James Hardy hired a lawyer to threaten anyone who complained about ShareNode and Nasgo investor losses.

It is through correspondence between Hardy’s lawyer and BehindMLM reader in late 2019, that we learned the SEC was investigating.

As cited by the SEC in their complaint;

In 2019, Hardy pled guilty to felony fraud in California for misappropriating investment funds from an elderly client, as part of an unrelated scheme.

I went looking for details on this case to plot a timeline against Hardy’s lawyer’s threats. Oddly enough I couldn’t find anything.

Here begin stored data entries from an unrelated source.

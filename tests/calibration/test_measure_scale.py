"""From pictures and recordings of a pattern to a scale and its uncertainty."""

from __future__ import annotations

import json
import os
import subprocess
import sys
from dataclasses import replace
from datetime import datetime
from pathlib import Path

import av
import cv2
import numpy as np
import pytest
from PIL import Image
from reference_pictures import Pattern, lattice_coordinates, render, sample_reticle

from calibration.drawing import draw_scale, write_scale_files
from calibration.errors import PatternError, QuantityError, ScaleError
from calibration.measure import measure_scale, pool_scales
from calibration.pictures import read_picture
from calibration.scale import Scale, read_scale, to_metres

SAMPLES = Path(__file__).parents[2] / "sample_videos"
SMALL = Pattern("grid", width=400, height=300, pitch=25.0, rotation=5.0, duty=0.15)


def saved(pattern: Pattern, path: Path, *, seed: int = 0) -> Path:
    """Draw a pattern into a picture file."""
    assert cv2.imwrite(str(path), render(pattern, np.random.default_rng(seed)).picture)
    return path


def test_scale_of_a_grid_is_right_along_both_axes(tmp_path):
    """Pixels that are not square give two scales, each within four standard uncertainties, and a warning."""
    path = saved(replace(SMALL, aspect=1.03), tmp_path / "grid.png")
    scale, found = measure_scale([path], pitch_text="0.1000(0) mm")
    truth = render(replace(SMALL, aspect=1.03), np.random.default_rng(0))
    assert (
        abs(scale.metres_per_pixel_x * truth.pitch_x / 1e-4 - 1)
        < 4 * scale.metres_per_pixel_x_std / scale.metres_per_pixel_x
    )
    assert (
        abs(scale.metres_per_pixel_y * truth.pitch_y / 1e-4 - 1)
        < 4 * scale.metres_per_pixel_y_std / scale.metres_per_pixel_y
    )
    assert scale.metres_per_pixel_y / scale.metres_per_pixel_x == pytest.approx(1.03, rel=3e-4)
    assert any("not square" in warning for warning in scale.warnings)
    assert (scale.pattern, scale.width_px, scale.height_px) == ("grid", 400, 300)
    assert found[0].lattice.counts[0] >= 15


def test_tolerance_of_the_pattern_goes_into_the_uncertainty(tmp_path):
    """A 0.1 mm micrometer good to 0.2 um has 0.2 % in its scale, in quadrature with the fit.

    Source: ASTM B487-85: spacing of a stage micrometer known within 0.2 um or 0.1 %, whichever is greater.
    """
    path = saved(SMALL, tmp_path / "grid.png")
    exact, _ = measure_scale([path], pitch_text="0.1000(0) mm")
    within, _ = measure_scale([path], pitch_text="0.1000(2) mm")
    assert within.metres_per_pixel_x == exact.metres_per_pixel_x
    fit = exact.metres_per_pixel_x_std / exact.metres_per_pixel_x
    assert within.metres_per_pixel_x_std / within.metres_per_pixel_x == pytest.approx(
        np.hypot(fit, 2e-3), rel=1e-9
    )
    assert within.pitch_std == pytest.approx(2e-7)
    assert not any("no uncertainty" in warning for warning in within.warnings)


def test_a_pitch_without_tolerance_is_warned_of(tmp_path):
    """Where none is stated none is taken, and the result says so."""
    scale, _ = measure_scale([saved(SMALL, tmp_path / "grid.png")], pitch_text="0.1 mm")
    assert scale.pitch_std == 0
    assert any("no uncertainty" in warning for warning in scale.warnings)
    with pytest.raises(QuantityError, match="above 0"):
        measure_scale([tmp_path / "grid.png"], pitch_text="-0.1 mm")


def test_ruled_lines_say_which_direction_they_measure(tmp_path):
    """For ruled lines the other axis equals the measured one, and a warning says so."""
    scale, _ = measure_scale(
        [saved(replace(SMALL, kind="lines"), tmp_path / "lines.png")], pitch_text="0.1(0) mm"
    )
    assert scale.metres_per_pixel_x == scale.metres_per_pixel_y
    assert any("across them only" in warning for warning in scale.warnings)


def test_a_lens_is_corrected_on_points(tmp_path):
    """With the stored correction true lattice places become evenly spaced metres; without it they are bent.

    The spacing of the places is exact; corrected they stray by less than the uncertainty over the picture, uncorrected
    by the lens's 1.5 % of half the diagonal, 3.75 px.
    """
    pattern = replace(SMALL, kind="dots", duty=0.4, radial=-0.015)
    scale, _ = measure_scale([saved(pattern, tmp_path / "dots.png")], pitch_text="0.1(0) mm")
    assert scale.distortion is not None
    assert scale.distortion.corrected
    assert scale.distortion.radial == pytest.approx(-0.015, abs=5e-4)
    assert any("lens" in warning for warning in scale.warnings)
    x, y = (v.ravel() for v in np.meshgrid(np.linspace(0, 399, 9), np.linspace(0, 299, 7)))
    i, j, _ = lattice_coordinates(pattern, x, y)
    x_m, y_m = to_metres(scale, x, y)
    turned = np.stack([x_m, y_m, np.ones_like(x_m)], axis=1)
    for coordinate in (i, j):
        rest = coordinate - turned @ np.linalg.lstsq(turned, coordinate, rcond=None)[0]
        assert np.abs(rest).max() * pattern.pitch < 0.1  # px
    bare = np.stack([x, y, np.ones_like(x)], axis=1)
    assert np.abs(i - bare @ np.linalg.lstsq(bare, i, rcond=None)[0]).max() * pattern.pitch > 0.8


def test_a_tilted_pattern_widens_the_uncertainty_and_is_told(tmp_path):
    """A perspective that changes the scale by some per cent over the picture is in its uncertainty, not corrected."""
    pattern = replace(SMALL, tilt=(0.04, 0.0))
    scale, _ = measure_scale([saved(pattern, tmp_path / "grid.png")], pitch_text="0.1(0) mm")
    assert scale.distortion is not None
    assert not scale.distortion.corrected
    assert any("tilted" in warning for warning in scale.warnings)
    # Spacing goes as (1 + t q)^2 along x and 1 + t q along y, q up to 0.8 at the sides: 4 % rms and 2 % rms.
    assert scale.metres_per_pixel_x_std / scale.metres_per_pixel_x == pytest.approx(0.03, rel=0.5)
    truth = render(pattern, np.random.default_rng(0))
    assert scale.metres_per_pixel_x * truth.pitch_x / 1e-4 == pytest.approx(1, abs=1e-3)  # at the centre


def scales(values, *, std=1e-9, dates=None):
    """Scales of several pictures."""
    dates = dates or ["2026-10-05T10:00:00"] * len(values)
    return [
        Scale(
            "grid",
            1e-4,
            0.0,
            value,
            std,
            value,
            std,
            picture=f"{n}.png",
            width_px=640,
            height_px=480,
            date=date,
        )
        for n, (value, date) in enumerate(zip(values, dates, strict=True))
    ]


def test_pictures_that_agree_are_averaged():
    """Weighted mean and its uncertainty are the closed forms; no warning."""
    pooled = pool_scales(scales([3.000e-6, 3.001e-6, 3.002e-6]))
    assert pooled.metres_per_pixel_x == pytest.approx(3.001e-6)
    assert pooled.metres_per_pixel_x_std == pytest.approx(1e-9 / np.sqrt(3))
    assert pooled.warnings == ()
    assert [entry.picture for entry in pooled.pictures] == ["0.png", "1.png", "2.png"]


def test_pictures_that_differ_widen_the_uncertainty():
    """Scatter beyond the uncertainties grows the mean's by the root of chi-squared over its degrees of freedom.

    Source: R. T. Birge, Phys. Rev. 40 (1932), 207-227; closed form for values at -10, 0 and 10 standard deviations.
    """
    pooled = pool_scales(scales([2.99e-6, 3.00e-6, 3.01e-6]))
    assert pooled.metres_per_pixel_x_std == pytest.approx(1e-9 / np.sqrt(3) * np.sqrt(200 / 2))
    assert any("more than their uncertainties allow" in warning for warning in pooled.warnings)


def test_a_drift_with_the_date_is_told():
    """A scale that grows by 0.1 % a day over five days is told with its rate; pictures of one hour have no drift."""
    days = [f"2026-10-{5 + n:02d}T10:00:00" for n in range(6)]
    values = [3e-6 * (1 + 1e-3 * n) for n in range(6)]
    told = pool_scales(scales(values, dates=days)).warnings
    assert any("drifts" in warning and "+0.1" in warning for warning in told)
    steady = [3e-6 + 1e-9 * (-1) ** n for n in range(6)]
    assert not any("drifts" in w for w in pool_scales(scales(steady, dates=days)).warnings)
    hours = [f"2026-10-05T10:0{n}:00" for n in range(6)]
    assert not any("drifts" in w for w in pool_scales(scales(values, dates=hours)).warnings)


def test_pictures_of_different_size_are_not_pooled():
    """Pictures with other numbers of pixels are of another camera setting."""
    one, two = scales([3e-6, 3e-6])
    with pytest.raises(PatternError, match="one size"):
        pool_scales([one, replace(two, width_px=320)])


def test_two_pictures_give_one_scale(tmp_path):
    """Two pictures of one bench, turned and moved between them, agree and are joined."""
    one = saved(SMALL, tmp_path / "one.png", seed=1)
    two = saved(replace(SMALL, rotation=-7.0, phase=(0.9, 0.1)), tmp_path / "two.png", seed=2)
    scale, found = measure_scale([one, two], pitch_text="0.1000(0) mm")
    assert len(found) == 2
    assert scale.metres_per_pixel_x * 25.0 / 1e-4 == pytest.approx(1, abs=2e-4)
    singles = [one.scale.metres_per_pixel_x_std for one in found]
    assert scale.metres_per_pixel_x_std < min(singles)
    assert len(scale.pictures) == 2


def test_a_picture_tells_its_date(tmp_path):
    """The camera's date is taken where the file has one, the date of the file otherwise."""
    path = tmp_path / "dated.tif"
    exif = Image.Exif()
    exif[0x0132] = "2026:10:05 11:12:13"
    Image.fromarray(render(SMALL, np.random.default_rng(0)).picture).save(path, exif=exif)
    assert read_picture(path).date == "2026-10-05T11:12:13"
    bare = saved(SMALL, tmp_path / "bare.png")
    os.utime(bare, (1_700_000_000, 1_700_000_000))
    assert datetime.fromisoformat(read_picture(bare).date).timestamp() == 1_700_000_000


def film(path: Path, *, frames: int = 24, droplets: int = 12) -> Pattern:
    """Write a recording: droplets fall over a ruled reticle that stands still."""
    pattern = Pattern(width=320, height=240, pitch=24.0, rotation=-0.8, duty=0.12, contrast=0.35, noise=0.0)
    still = render(replace(pattern, supersample=2), np.random.default_rng(0)).picture.astype(float)
    rng = np.random.default_rng(5)
    start = rng.uniform([0, -240], [320, 240], (droplets, 2))
    speed = rng.uniform(4, 12, droplets)
    gy, gx = np.mgrid[:240, :320]
    with av.open(str(path), "w") as container:
        stream = container.add_stream("ffv1", rate=25)
        stream.width, stream.height, stream.pix_fmt = 320, 240, "gray"
        for n in range(frames):
            picture = still + rng.normal(0, 3, still.shape)
            for (x, y), v in zip(start, speed, strict=True):
                picture += 90 * np.exp(-((gx - x) ** 2 + (gy - y - v * n) ** 2) / (2 * 2.0**2))
            frame = av.VideoFrame.from_ndarray(np.clip(picture, 0, 255).astype(np.uint8), format="gray")
            container.mux(stream.encode(frame))
        container.mux(stream.encode())
    return pattern


def test_a_reticle_in_the_recording_itself_gives_the_scale(tmp_path):
    """Droplets that fall over a ruled reticle leave the average of the frames; the reticle stays in it."""
    pattern = film(tmp_path / "clip.mkv")
    scale, found = measure_scale([tmp_path / "clip.mkv"], pitch_text="0.1000(0) mm")
    assert found[0].picture.frames > 10
    error = scale.metres_per_pixel_x * pattern.pitch / 1e-4 - 1
    assert abs(error) < 4 * scale.metres_per_pixel_x_std / scale.metres_per_pixel_x
    assert abs(error) < 5e-4
    assert (scale.width_px, scale.height_px) == (320, 240)


def test_files_that_are_no_pictures_are_told(tmp_path):
    """A missing file, a text and a damaged video are each one line with the file's name."""
    (tmp_path / "text.png").write_text("no picture", encoding="utf-8")
    (tmp_path / "empty.png").write_bytes(b"")
    (tmp_path / "clip.mp4").write_bytes(b"no video at all")
    for name in ("text.png", "empty.png", "clip.mp4", "missing.png"):
        with pytest.raises(PatternError, match=name):
            measure_scale([tmp_path / name], pitch_text="0.1(0) mm")


def test_the_drawing_shows_a_panel_for_each_picture(tmp_path):
    """The drawing is a PNG of some size, and grows with the number of pictures."""
    path = saved(SMALL, tmp_path / "grid.png")
    one = draw_scale(*measure_scale([path], pitch_text="0.1(0) mm"))
    two = draw_scale(*measure_scale([path, path], pitch_text="0.1(0) mm"))
    heights = [cv2.imdecode(np.frombuffer(png, np.uint8), cv2.IMREAD_COLOR).shape[0] for png in (one, two)]
    assert heights[1] > 1.5 * heights[0]


def test_the_drawing_never_takes_the_place_of_the_picture(tmp_path):
    """A scale file that would put its drawing over the reference picture is refused, and nothing is written."""
    path = saved(SMALL, tmp_path / "scale.png")
    before = path.read_bytes()
    scale, found = measure_scale([path], pitch_text="0.1(0) mm")
    with pytest.raises(ScaleError, match="overwritten"):
        write_scale_files(scale, found, tmp_path / "scale.json")
    assert path.read_bytes() == before
    assert [p.name for p in tmp_path.iterdir()] == ["scale.png"]


def command(*arguments: object, cwd: Path) -> subprocess.CompletedProcess[str]:
    """Run `fallrise scale` as a user does."""
    line = [sys.executable, "-m", "tracker.cli", "scale", *map(str, arguments)]
    return subprocess.run(line, capture_output=True, text=True, cwd=cwd, check=False, timeout=120)


def test_command_writes_scale_and_drawing(tmp_path):
    """The command writes scale.json and scale.png, prints the scale, and with --json the file's own values."""
    picture = saved(SMALL, tmp_path / "grid.png")
    done = command(picture, "--pitch", "0.1000(2) mm", "--json", cwd=tmp_path)
    assert done.returncode == 0, done.stderr
    assert json.loads(done.stdout) == json.loads((tmp_path / "scale.json").read_text(encoding="utf-8"))
    assert read_scale(tmp_path / "scale.json").pattern == "grid"
    assert (tmp_path / "scale.png").read_bytes()[:4] == b"\x89PNG"


@pytest.mark.parametrize(
    ("arguments", "status", "told"),
    [
        (["noise.png", "--pitch", "0.1(0) mm"], 1, "noise.png"),
        (["grid.png", "--pitch", "0.1"], 2, "unit is missing"),
        (["grid.png", "--pitch", "0.1(0) mm", "--pattern", "waves"], 2, "lines, grid or dots"),
        (["grid.png"], 2, "--pitch"),
    ],
)
def test_command_refuses_in_one_line_and_writes_nothing(tmp_path, arguments, status, told):
    """No pattern ends with 1, a wrong pitch or pattern with 2; no file appears."""
    saved(SMALL, tmp_path / "grid.png")
    cv2.imwrite(
        str(tmp_path / "noise.png"), np.random.default_rng(0).integers(0, 255, (240, 320), dtype=np.uint8)
    )
    done = command(*arguments, cwd=tmp_path)
    assert done.returncode == status
    assert told in done.stderr
    assert "Traceback" not in done.stderr
    assert sorted(path.name for path in tmp_path.iterdir()) == ["grid.png", "noise.png"]


def test_the_sample_picture_and_its_scale_belong_together():
    """The reference picture among the samples has its stored scale: 3.000 um a pixel, within the tolerance."""
    stored = read_scale(SAMPLES / "scale.json")
    fresh, _ = measure_scale([SAMPLES / "reticle.png"], pitch_text="0.1000(2) mm")
    assert stored.picture_sha256 == fresh.picture_sha256
    # Other builds of OpenCV round otherwise; a hundredth of the uncertainty without the tolerance is 1e-7.
    assert fresh.metres_per_pixel_x == pytest.approx(stored.metres_per_pixel_x, rel=1e-6)
    assert abs(stored.metres_per_pixel_x - 3e-6) < 2e-5 * 3e-6  # the picture was drawn with an exact pitch
    assert stored.relative_std == pytest.approx(2e-3, rel=0.01)
    assert (sample_reticle().shape[1], sample_reticle().shape[0]) == (stored.width_px, stored.height_px)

Maurice Chelliah (right), who also goes by Butch Chelliah, seems to have kept a relatively low profile after ShareNode and Nasgo.

Again, as cited by the SEC in their complaint;

From 2001 through 2013, Chelliah held Series 6, 26, and 63 securities licenses and was associated with several registered broker-dealers from 2000 to 2010. In 2013, the Financial Industry Regulatory Authority (“FINRA”) barred Chelliah for mishandling investor funds.

Go figure.

I’ve added the SEC’s Nasgo/ShareNode case to BehindMLM’s calendar. Stay tuned for updates…

 

Update 11th May 2022 – On May 2nd the SEC filed two motions for judgment, one against Maurice Chelliah and the other against Eric Tippetts.

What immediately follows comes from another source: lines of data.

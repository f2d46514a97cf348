"""Patterns in simulated pictures and in photographs of other things."""

from __future__ import annotations

from dataclasses import replace
from pathlib import Path

import cv2
import numpy as np
import pytest
from reference_pictures import Pattern, lattice_coordinates, random_pattern, render
from skimage import data

from calibration.errors import PatternError
from calibration.measure import scale_of
from calibration.pattern import Lattice, find_pattern
from calibration.pictures import Picture


def found(pattern: Pattern, *, seed: int = 0, kind: str | None = None) -> tuple[Lattice, float]:
    """Find a pattern in its picture; also the relative error of the pitch along x, or across lines."""
    truth = render(pattern, np.random.default_rng(seed))
    grey = truth.picture.mean(axis=2) if truth.picture.ndim == 3 else truth.picture
    lattice = find_pattern(grey, kind)
    scale = scale_of(Picture(Path("a.png"), grey.astype(np.float32), "", ""), lattice, pitch=1.0).scale
    true = truth.pitch_across if lattice.pattern == "lines" else truth.pitch_x
    return lattice, scale.metres_per_pixel_x * true - 1


def miscounted(pattern: Pattern, lattice: Lattice) -> int:
    """Marks whose number is not the true one but for a shift and sign common to their coordinate."""
    marks = lattice.marks
    true = lattice_coordinates(pattern, marks.x, marks.y)[:2]
    wrong = 0
    for axis in marks.axes:
        rows = marks.axis == axis
        shifts = [s * np.rint(c[rows]) - marks.index[rows] for c in true for s in (1, -1)]
        # Of lines as wide as their gaps the gaps may be taken, which lie at halves.
        shifts += [s * np.floor(c[rows]) - marks.index[rows] for c in true for s in (1, -1)]
        wrong += min(int((np.abs(shift - np.median(shift)) > 0.5).sum()) for shift in shifts)
    return wrong


@pytest.mark.parametrize("dark", [True, False])
@pytest.mark.parametrize("rotation", [0.0, 0.7, -88.0, 31.0])
@pytest.mark.parametrize("kind", ["lines", "grid", "dots"])
def test_each_kind_is_found_at_any_rotation_on_both_grounds(kind, rotation, dark):
    """Kind, count and pitch are right without being told the kind."""
    pattern = Pattern(kind, rotation=rotation, dark=dark, duty=0.35 if kind == "dots" else 0.12, pitch=23.4, uneven=0.3,
                      width=480, height=360)  # fmt: skip
    lattice, error = found(pattern)
    assert lattice.pattern == kind
    assert miscounted(pattern, lattice) == 0
    # Noise of 1 % of full scale on a contrast of 50 %: a few hundredths of a pixel a mark, over 480 px.
    assert abs(error) < 1e-4


@pytest.mark.parametrize(
    "changes",
    [
        {"bits": 12}, {"bits": 16}, {"colour": True}, {"pitch": 6.0, "duty": 0.4, "blur": 0.8}, {"long_every": 5},
        {"long_every": 10, "pitch": 12.0}, {"pitch": 195.0, "duty": 0.08, "phase": (0.5, 0.5)},
        {"dust": 40, "droplets": 25},
        {"missing": 0.15, "pitch": 16.0}, {"false_lines": 3, "pitch": 25.0}, {"part": 0.5, "pitch": 18.0},
        {"duty": 0.5}, {"uneven": 0.7}, {"contrast": 0.1, "noise": 0.02},
    ],
    ids=" ".join,
)  # fmt: skip
def test_lines_are_found_in_hard_pictures(changes):
    """Depth, colour, pitch from 6 px to a third of the picture, long lines, debris, gaps, scratches: all hold."""
    pattern = replace(Pattern(rotation=1.3, width=640, height=400), **changes)
    lattice, error = found(pattern, seed=4)
    assert lattice.pattern == "lines"
    assert miscounted(pattern, lattice) == 0
    assert abs(error) < 5e-4  # what is asked of 99 pictures in 100


def test_random_pictures_keep_count_error_and_uncertainty():
    """Twelve pictures drawn from the whole range: no wrong count, errors within 0.05 %, pulls of spread about 1."""
    pulls = []
    for seed in range(300, 312):
        rng = np.random.default_rng(seed)
        pattern = replace(random_pattern(rng), radial=0.0)
        truth = render(pattern, rng)
        grey = (truth.picture.mean(axis=2) if truth.picture.ndim == 3 else truth.picture).astype(np.float32)
        lattice = find_pattern(grey)
        scale = scale_of(Picture(Path("a.png"), grey, "", ""), lattice, pitch=1.0).scale
        gradient = truth.gradient[:, 0] if lattice.pattern != "lines" else truth.gradient[0]
        error = scale.metres_per_pixel_x / np.hypot(*gradient) - 1
        assert miscounted(pattern, lattice) == 0, seed
        assert abs(error) < 5e-4, seed
        pulls.append(error * scale.metres_per_pixel_x / scale.metres_per_pixel_x_std)
    # A spread from 12 values scatters by 1 / sqrt(24) = 0.2; three of these, and the floor makes some pulls small.
    assert 0.3 < np.sqrt(np.mean(np.square(pulls))) < 1.6


def test_places_on_lines_are_good_to_hundredths_of_a_pixel():
    """Marks lie within 0.03 px rms of the true lines, in bright light and at a contrast of 50 to 1 noise."""
    pattern = Pattern(rotation=12.0, pitch=30.0)
    lattice, _ = found(pattern)
    i = lattice_coordinates(pattern, lattice.marks.x, lattice.marks.y)[0]
    assert np.sqrt(np.mean(((i - np.rint(i)) * pattern.pitch) ** 2)) < 0.03


@pytest.mark.parametrize("rotation", [-40.0, -3.0, 10.0, 44.0])
def test_rotation_is_told_with_its_sign(rotation):
    """A grid turned from +x toward +y by an angle is told to be turned by it, modulo the grid's quarter turn."""
    pattern = Pattern("grid", rotation=rotation, pitch=27.0, width=480, height=360)
    truth = render(pattern, np.random.default_rng(1)).picture.astype(np.float32)
    scale = scale_of(Picture(Path("a.png"), truth, "", ""), find_pattern(truth), pitch=1.0).scale
    assert scale.rotation_deg == pytest.approx(rotation, abs=0.01)  # 0.01 degree is 0.06 px over the picture


def test_tilt_and_lens_come_out_as_they_were_put_in():
    """The fitted perspective and radial terms are those of the map that drew the picture.

    Closed form: the renderer divides by 1 + t q after the radial term, as the fit does.
    """
    pattern = Pattern("dots", pitch=24.0, duty=0.4, rotation=8.0, tilt=(0.03, -0.02), radial=0.012)
    lattice, _ = found(pattern)
    assert lattice.fit.terms == ("radial", "tilt")
    assert lattice.fit.radial == pytest.approx(0.012, abs=4 * np.sqrt(lattice.fit.covariance[6, 6]) + 1e-4)
    assert lattice.fit.tilt == pytest.approx([0.03, -0.02], abs=5e-4)  # dots under tilt are not quite round


def test_board_agrees_with_opencvs_corners():
    """Corners of a rendered chessboard agree with OpenCV's own corner finder, and so does the pitch.

    Source: cv2.findChessboardCornersSB.
    """
    pattern = Pattern(
        "board", width=480, height=360, pitch=45.0, rotation=4.0, blur=1.2, phase=(0.1, 0.05), part=0.9
    )
    picture = render(pattern, np.random.default_rng(0)).picture
    lattice, error = found(pattern)
    assert (lattice.pattern, lattice.features) == ("grid", "corners")
    assert abs(error) < 2e-4
    ok, corners = cv2.findChessboardCornersSB(
        picture, (7, 5), flags=cv2.CALIB_CB_ACCURACY | cv2.CALIB_CB_EXHAUSTIVE
    )
    assert ok
    theirs = corners.reshape(-1, 2)  # OpenCV 4 and 5 shape them differently
    ours = np.stack([lattice.marks.x, lattice.marks.y], axis=1)[lattice.marks.axis == 0]
    nearest = np.sqrt(((theirs[:, None, :] - ours[None, :, :]) ** 2).sum(axis=2)).min(axis=1)
    # OpenCV states no uncertainty for these corners; both finders are good to some hundredths of a pixel.
    assert np.median(nearest) < 0.05
    edges = np.hypot(*(theirs.reshape(5, 7, 2)[:, -1] - theirs.reshape(5, 7, 2)[:, 0]).T) / 6
    assert edges.mean() == pytest.approx(45.0, rel=2e-3)


def refusal(picture: np.ndarray, kind: str | None = None) -> str:
    with pytest.raises(PatternError) as caught:
        find_pattern(picture, kind, name="a.png")
    message = str(caught.value)
    assert message.startswith("a.png: ")
    assert "\n" not in message
    return message


def test_noise_and_flat_fields_are_refused():
    """White noise, coarse noise, a flat field and a slope of light hold no pattern."""
    rng = np.random.default_rng(0)
    noise = rng.normal(100, 20, (360, 480))
    refusal(noise)
    refusal(cv2.GaussianBlur(noise, (0, 0), 4))
    refusal(np.rint(rng.normal(100, 1, (360, 480))))
    refusal(np.add.outer(np.arange(360.0), np.arange(480.0)))
    assert "flat" in refusal(np.full((360, 480), 90.0))
    assert "48" in refusal(np.zeros((20, 20)))


@pytest.mark.parametrize(
    "name", ["camera", "coins", "brick", "page", "text", "moon", "grass", "gravel", "coffee"]
)
def test_photographs_of_something_else_are_refused(name):
    """A man with a camera, rows of coins, a brick wall, print, the moon: nothing to measure a scale from.

    Source: pictures that come with scikit-image.
    """
    picture = getattr(data, name)()
    refusal(picture.mean(axis=2) if picture.ndim == 3 else picture)


def test_too_few_lines_are_refused():
    """Three lines are a picture of three lines; their number is told."""
    pattern = Pattern(width=480, height=360, pitch=150.0, duty=0.06, phase=(0.0, 0.0))
    assert "at least 4" in refusal(render(pattern, np.random.default_rng(0)).picture)


def ruled(strengths, *, pitch=30.0, first=20.0, width=640, height=400):
    """Dark ruled lines of given strengths, one after another."""
    x = np.arange(width)[None, :]
    profile = sum(s * np.exp(-0.5 * ((x - first - n * pitch) / 1.8) ** 2) for n, s in enumerate(strengths))
    noise = np.random.default_rng(1).normal(0, 2, (height, width))
    return 180 - 100 * np.broadcast_to(profile, (height, width)) + noise


def test_a_pitch_with_a_rival_is_refused():
    """Lines that are strong and faint in turn may be ruled at one pitch or at twice it: no answer."""
    assert find_pattern(ruled([1.0] * 20)).counts == (20,)
    assert "rival at twice" in refusal(ruled([1.0, 0.4] * 10))


def test_a_ruling_that_is_finer_at_one_end_is_refused():
    """Where the gaps hold lines too over half of the ruling, its pitch may be either: no answer."""
    strengths = np.zeros(40)
    strengths[::2] = 1.0
    strengths[1:22:2] = 1.0
    assert "rival" in refusal(ruled(strengths, pitch=15.0))


def test_the_kind_that_is_asked_for_is_the_kind_that_is_given():
    """A grid is no dot grid, and lines are no grid; asked for lines, a grid gives its stronger family."""
    grid = Pattern("grid", pitch=40.0, duty=0.1, width=480, height=360)
    picture = render(grid, np.random.default_rng(0)).picture
    refusal(picture, "dots")
    assert find_pattern(picture, "lines").pattern == "lines"
    refusal(render(replace(grid, kind="lines"), np.random.default_rng(0)).picture, "grid")
    with pytest.raises(ValueError, match="hexagons"):
        find_pattern(picture, "hexagons")


def test_the_picture_is_left_as_it_was():
    """Finding a pattern does not write to the picture."""
    picture = render(Pattern(width=320, height=240), np.random.default_rng(0)).picture
    before = picture.copy()
    find_pattern(picture)
    assert (picture == before).all()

The motions were stricken from the record due to issues with local rules regarding the filings. Something about consenting to “Magistrate Judge jurisdiction”, which wasn’t done.

As at the time of the update there have been no further filings. I’m assuming at some point the SEC’s judgment motions will be refiled with the correct signatures.

Unfortunately as the motions were stricken, I don’t have access to the original filings to see the consented to judgments (effectively settlements).

 

Update 12th September 2022 – Eric Tippetts has settled the SEC’s fraud charges against him.

As of August 31st, Steve Chiang has been served via his New York attorney.

 

Update 24th December 2022 – The SEC has secured judgment against Maurice Chelliah.

Pending ongoing settlement discussions, Steve Chiang has been given till January 27th to file a response to the SEC’s Complaint.

 

Update 28th January 2023 – Steve Chiang filed his answer to the SEC’s Complaint on January 10th.